Residents of East Palestine have been testing their water wells and complained of chemical stenches that have caused headaches, coughing, and swollen eyes. On Feb. 22, the Ohio Emergency Management Agency reported that the municipal water systems were free from contaminants released by the train derailment. Residents were allowed to return to their homes, but they are still encouraged to only drink bottled water. As this unfolds, media outlets have released aerial videos of smoke plumes from the chemicals burning at the train wreck and the Ohio River turning pink.

The art students made use of this kind of news footage in their exhibit’s video loop. One of the video creators was Grace Cliff, who has a degree in graphic design and creative technology. She experimented with different scales and sizes for each video, which were patched together in an overlapping collage style.

“I wanted it to be very overwhelming. To have the viewer be involved in the work by being able to interact and censor the content with their own body, physically covering up the projections,” Cliff described. “I also had animations of the train collision and the Leslie river that was contaminated in the collision. I also put an emphasis on the text, primarily using black, white and red for the colors.” 

The exhibit uses multiple projectors to fill the walls with videos and words. The largest wall has continuous news footage reels. Beside it, pages of text describe the incident, list the chemicals, and include quotes from concerned East Palestine residents and the EPA. Black rectangles cover some phrases to reference the theme of censorship. As a person enters the room and stands in the center, their body will block some of the projection lights and cast a shadow onto the wall of videos.

The students described their exhibition as a union between technical projects and fine arts. The musical aspect was created by exhibit artist and Time Based Media student Alex Morgan. He created an audio loop that has train alarms, yelling voices and a symphony tuning its strings. It drowns out all other sounds and fills the exhibit with a suspenseful feeling of anxiety. 

“I wanted to incorporate the elements of fire and water, the groundwater being polluted,” Morgan described. “The orchestra is a tuning session with violins, representing that we’re getting ready and going up to this big moment. Then, it drops off. For the screaming voices, I took a clip from ‘Modern Housewives.’ There was a lot of bleeping, so I wanted to use that. Over time their voices get mingled, it turns into one tone, then the censor noise rings on.”

These discordant sounds are brought together with the melodic background music, which Morgan deliberately sampled from a song about censorship, “One Very Important Thought” by Boards of Canada. 

He hopes the work he and the team of artists put into the exhibition will inspire people to come together and care for each other in times of tragedy.

“We need to bring people together, build community; that is the only thing standing in the way of destruction when things like this happen,” Morgan said. “These companies are not gonna help you. The government is not gonna help you. The people around you are the most important.”

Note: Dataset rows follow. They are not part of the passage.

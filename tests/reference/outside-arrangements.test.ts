import { describe, expect, it } from 'vitest';
import { known, pairOfPoints, seeded, type Vector } from './data/outside-program';

/**
 * The special arrangements of two dipoles (common practice, no source): angular factor, name, and sign of the energy; the line of
 * centres runs along x.
 */

const FACTOR_KJ_MOL = 60.2214075919769; // 1 D^2/A^3, CODATA 2022

describe('limiting arrangements', () => {
  const table: [name: string, first: Vector, second: Vector, factor: number, phi: number | null][] = [
    ['head-to-tail', [1, 0, 0], [1, 0, 0], 2, null],
    ['head-to-tail', [-1, 0, 0], [-1, 0, 0], 2, null],
    ['antiparallel', [0, 1, 0], [0, -1, 0], 1, 180],
    ['antiparallel', [0, 0, 1], [0, 0, -1], 1, 180],
    ['T-shaped', [1, 0, 0], [0, 1, 0], 0, null],
    ['T-shaped', [-1, 0, 0], [0, 0, 1], 0, null],
    ['T-shaped', [0, 1, 0], [1, 0, 0], 0, null],
    ['crossed', [0, 1, 0], [0, 0, 1], 0, 90],
    ['crossed', [0, 1, 0], [0, 0, -1], 0, -90],
    ['parallel', [0, 1, 0], [0, 1, 0], -1, 0],
    ['head-to-head', [1, 0, 0], [-1, 0, 0], -2, null],
    ['tail-to-tail', [-1, 0, 0], [1, 0, 0], -2, null],
  ];
  it.each(table)('%s: %j and %j have the angular factor %d', (name, first, second, factor, phi) => {
    const pair = pairOfPoints({ dipoleD: first }, { dipoleD: second }, 5);
    expect(pair.angularFactor).toBeCloseTo(factor, 14);
    expect(pair.phiDeg === null ? null : Math.round(pair.phiDeg)).toBe(phi);
    expect(pair.arrangement).toBe(name);
    expect(known(pair.energyKJPerMol.dipoleDipole)).toBeCloseTo((-FACTOR_KJ_MOL * factor) / 125, 10);
  });

  it('parallel dipoles at the magic angle, 54.7356 degrees (3 cos^2 = 1), do not interact', () => {
    const tilted: Vector = [1 / Math.sqrt(3), Math.sqrt(2 / 3), 0];
    const pair = pairOfPoints({ dipoleD: tilted }, { dipoleD: tilted }, 5);
    expect(pair.theta1Deg).toBeCloseTo(54.7356103, 7);
    expect(pair.angularFactor).toBeCloseTo(0, 14);
    expect(pair.arrangement).toBe('skewed');
  });

  it.each([
    [14.9, 'head-to-tail'],
    [15.1, 'skewed'],
    [74.9, 'skewed'],
    [75.1, 'T-shaped'],
  ])('a second dipole turned by %d degrees beside one along the line is %s', (degrees, name) => {
    const turn = (degrees * Math.PI) / 180;
    const second: Vector = [Math.cos(turn), Math.sin(turn), 0];
    expect(pairOfPoints({ dipoleD: [1, 0, 0] }, { dipoleD: second }, 5).arrangement).toBe(name);
  });
});

describe('laws of the angles', () => {
  const random = seeded(20240611);
  const direction = (): Vector => {
    const z = 2 * random() - 1;
    const turn = 2 * Math.PI * random();
    const s = Math.sqrt(1 - z * z);
    return [z, s * Math.cos(turn), s * Math.sin(turn)];
  };
  const pairs = Array.from({ length: 400 }, () => pairOfPoints({ dipoleD: direction() }, { dipoleD: direction() }, 5));
  const radians = (degrees: number | null) => (known(degrees) * Math.PI) / 180;

  it('g = 2 cos t1 cos t2 - sin t1 sin t2 cos phi', () => {
    for (const { theta1Deg, theta2Deg, phiDeg, angularFactor } of pairs) {
      const [t1, t2, phi] = [theta1Deg, theta2Deg, phiDeg].map(radians) as [number, number, number];
      const expected = 2 * Math.cos(t1) * Math.cos(t2) - Math.sin(t1) * Math.sin(t2) * Math.cos(phi);
      expect(angularFactor).toBeCloseTo(expected, 12);
    }
  });

  it('g lies in [-2, 2] and the energy is -k g/R^3', () => {
    for (const { angularFactor, energyKJPerMol } of pairs) {
      expect(Math.abs(known(angularFactor))).toBeLessThanOrEqual(2);
      expect(known(energyKJPerMol.dipoleDipole)).toBeCloseTo((-FACTOR_KJ_MOL * known(angularFactor)) / 125, 10);
    }
  });

  it('over the 144 pairs of the 12 icosahedral directions the mean of g is 0, of g^2 2/3, of g^4 24/25', () => {
    // The vertices of the icosahedron integrate a sphere exactly up to degree 5 (a spherical 5-design).
    const golden = (1 + Math.sqrt(5)) / 2;
    const length = Math.hypot(1, golden);
    const vertices = [1, -1].flatMap((a) =>
      [golden, -golden].flatMap((b): Vector[] => [
        [0, a / length, b / length],
        [a / length, b / length, 0],
        [b / length, 0, a / length],
      ]),
    );
    const factors = vertices.flatMap((first) =>
      vertices.map((second) => known(pairOfPoints({ dipoleD: first }, { dipoleD: second }, 5).angularFactor)),
    );
    const mean = (power: number) => factors.reduce((sum, g) => sum + g ** power, 0) / factors.length;
    expect(mean(1)).toBeCloseTo(0, 13);
    expect(mean(2)).toBeCloseTo(2 / 3, 13);
    expect(mean(4)).toBeCloseTo(24 / 25, 13);
  });
});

The exhibition also is a tribute to the environmental destruction that occurred in this incident and others like it. McBride described the impact she hopes the exhibit will have on people.

“What I hope people can take away from this exhibit is to read more, educate yourself,” McBride added. “People could think of this as a political piece; it’s not. If you’re thinking that way, maybe just read up about the environmental implications. Educating others is a good step in awareness about environmental conditions.”

Using their academic project to carry a wider message is one way these art students have raised awareness about the fallout of the train derailment. On a wider scale, people have been extending aid to the residents of East Palestine through organizations like The Brightside Project and The Way Station. There have also been bipartisan proposals from Ohio senators and members of Congress to increase safety precautions and regulations on freight trains carrying hazardous materials.